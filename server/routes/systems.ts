/**
 * Systems: refrigerant circuits with their refrigerant and charges (kg).
 * GET    /jobs/:jobId/systems                all roles
 * POST   /jobs/:jobId/systems                GC manager (Idempotency-Key)
 * GET    /jobs/:jobId/systems/:systemId      all roles; with its refrigerant checks
 * PATCH  /jobs/:jobId/systems/:systemId      GC manager (If-Match)
 * DELETE /jobs/:jobId/systems/:systemId      GC manager (If-Match); 409 while units are on it
 */
import { Router } from 'express';
import { QueryTypes, UniqueConstraintError, type Transaction } from 'sequelize';
import {
  createSystemSchema,
  systemListQuerySchema,
  systemParamsSchema,
  updateSystemSchema,
  type CreateSystemInput,
  type UpdateSystemInput,
} from '../../shared/schemas/setup';
import { conflict, notFound } from '../errors';
import { valid, validate } from '../middleware/validate';
import { System, Unit } from '../models';
import { policy } from '../policies';
import { presentSystem } from '../presenters/setup';
import { idempotentWrite } from '../services/idempotency';
import { afterCursor, finishPage, pageRequest } from '../services/paging';
import { optionalQuantity } from '../services/quantities';
import { destroyOrConflict, inTransaction, lockForChange, lowerEquals, refuseIfReferenced } from '../services/records';
import { systemDetail } from '../services/refrigerantChecks';
import { setEtag } from '../services/versioning';

async function unitCounts(ids: string[], transaction?: Transaction): Promise<Map<string, number>> {
  if (ids.length === 0) return new Map();
  const rows = await System.sequelize!.query<{ system_id: string; n: string }>(
    `SELECT system_id, count(*) AS n FROM units WHERE system_id = ANY($1::uuid[]) GROUP BY system_id`,
    { bind: [ids], type: QueryTypes.SELECT, transaction },
  );
  return new Map(rows.map((r) => [r.system_id, Number(r.n)]));
}

const duplicateName = (name: string) => conflict(`This job already has a system named "${name}".`, 'duplicate');

export function systemsRouter(): Router {
  const router = Router();

  router.get('/jobs/:jobId/systems', policy.jobMember(), validate({ query: systemListQuerySchema }), async (req, res) => {
    const page = pageRequest(req, { sort: 'name', value: 'text' });
    const rows = await System.findAll({
      where: { jobId: req.membership!.job.id, ...afterCursor('name', page) },
      order: [['name', 'ASC'], ['id', 'ASC']],
      limit: page.limit + 1,
    });
    const { rows: systems, nextCursor } = finishPage(rows, page, (s) => s.name);
    const counts = await unitCounts(systems.map((s) => s.id));
    res.json({ items: systems.map((s) => presentSystem(s, counts.get(s.id) ?? 0)), nextCursor });
  });

  router.post('/jobs/:jobId/systems', policy.jobMember(['gc_manager']), validate({ body: createSystemSchema }), async (req, res) => {
    const body = valid<CreateSystemInput & { outdoorModel?: string | null }>(req.valid.body);
    const jobId = req.membership!.job.id;
    const factoryCharge = optionalQuantity(body.factoryCharge, 'mass', 'factoryCharge') ?? null;
    const fieldCharge = optionalQuantity(body.fieldCharge, 'mass', 'fieldCharge') ?? null;
    await idempotentWrite(req, res, async (transaction) => {
      if (await System.findOne({ where: { jobId, ...lowerEquals('name', body.name) }, transaction })) throw duplicateName(body.name);
      const system = await System.create(
        {
          jobId,
          name: body.name,
          outdoorModel: body.outdoorModel ?? null,
          refrigerant: body.refrigerant,
          factoryCharge,
          fieldCharge,
          concentrationLimitOverride: body.concentrationLimitOverride ?? null,
        },
        { transaction },
      );
      setEtag(res, system.version);
      return { status: 201, body: presentSystem(system, 0) };
    });
  });

  router.get('/jobs/:jobId/systems/:systemId', policy.jobMember(), validate({ params: systemParamsSchema }), async (req, res) => {
    const { systemId } = valid<{ systemId: string }>(req.valid.params);
    const job = req.membership!.job;
    const system = await System.findOne({ where: { id: systemId, jobId: job.id } });
    if (!system) throw notFound('System not found.');
    setEtag(res, system.version);
    res.json(await systemDetail(job, system));
  });

  router.patch(
    '/jobs/:jobId/systems/:systemId',
    policy.jobMember(['gc_manager']),
    validate({ params: systemParamsSchema, body: updateSystemSchema }),
    async (req, res) => {
      const { systemId } = valid<{ systemId: string }>(req.valid.params);
      const body = valid<UpdateSystemInput & { outdoorModel?: string | null }>(req.valid.body);
      const job = req.membership!.job;
      const factoryCharge = optionalQuantity(body.factoryCharge, 'mass', 'factoryCharge');
      const fieldCharge = optionalQuantity(body.fieldCharge, 'mass', 'fieldCharge');
      try {
        const system = await inTransaction(req, async (transaction) => {
          const system = await lockForChange(req, System, { id: systemId, jobId: job.id }, transaction, 'System not found.', async (s) =>
            presentSystem(s, (await unitCounts([s.id], transaction)).get(s.id) ?? 0),
          );
          if (body.name !== undefined) system.name = body.name;
          if (body.outdoorModel !== undefined) system.outdoorModel = body.outdoorModel;
          if (body.refrigerant !== undefined) system.refrigerant = body.refrigerant;
          if (factoryCharge !== undefined) system.factoryCharge = factoryCharge;
          if (fieldCharge !== undefined) system.fieldCharge = fieldCharge;
          if (body.concentrationLimitOverride !== undefined) system.concentrationLimitOverride = body.concentrationLimitOverride;
          system.version += 1;
          await system.save({ transaction });
          return system;
        });
        setEtag(res, system.version);
        res.json(await systemDetail(job, system));
      } catch (err) {
        if (err instanceof UniqueConstraintError && body.name) throw duplicateName(body.name);
        throw err;
      }
    },
  );

  router.delete(
    '/jobs/:jobId/systems/:systemId',
    policy.jobMember(['gc_manager']),
    validate({ params: systemParamsSchema }),
    async (req, res) => {
      const { systemId } = valid<{ systemId: string }>(req.valid.params);
      const jobId = req.membership!.job.id;
      await inTransaction(req, async (transaction) => {
        const system = await lockForChange(req, System, { id: systemId, jobId }, transaction, 'System not found.', (s) => presentSystem(s, 0));
        const units = await Unit.count({ where: { systemId }, transaction });
        refuseIfReferenced(system.name, [[units, 'unit', 'units']], 'Move those units to another system (or clear their system) first.');
        await destroyOrConflict(system, transaction, system.name);
      });
      res.status(204).end();
    },
  );

  return router;
}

Work required: When a line in the data contains the string "UpdateSystemInput", copy that line.

Completed task:
  type UpdateSystemInput,
      const body = valid<UpdateSystemInput & { outdoorModel?: string | null }>(req.valid.body);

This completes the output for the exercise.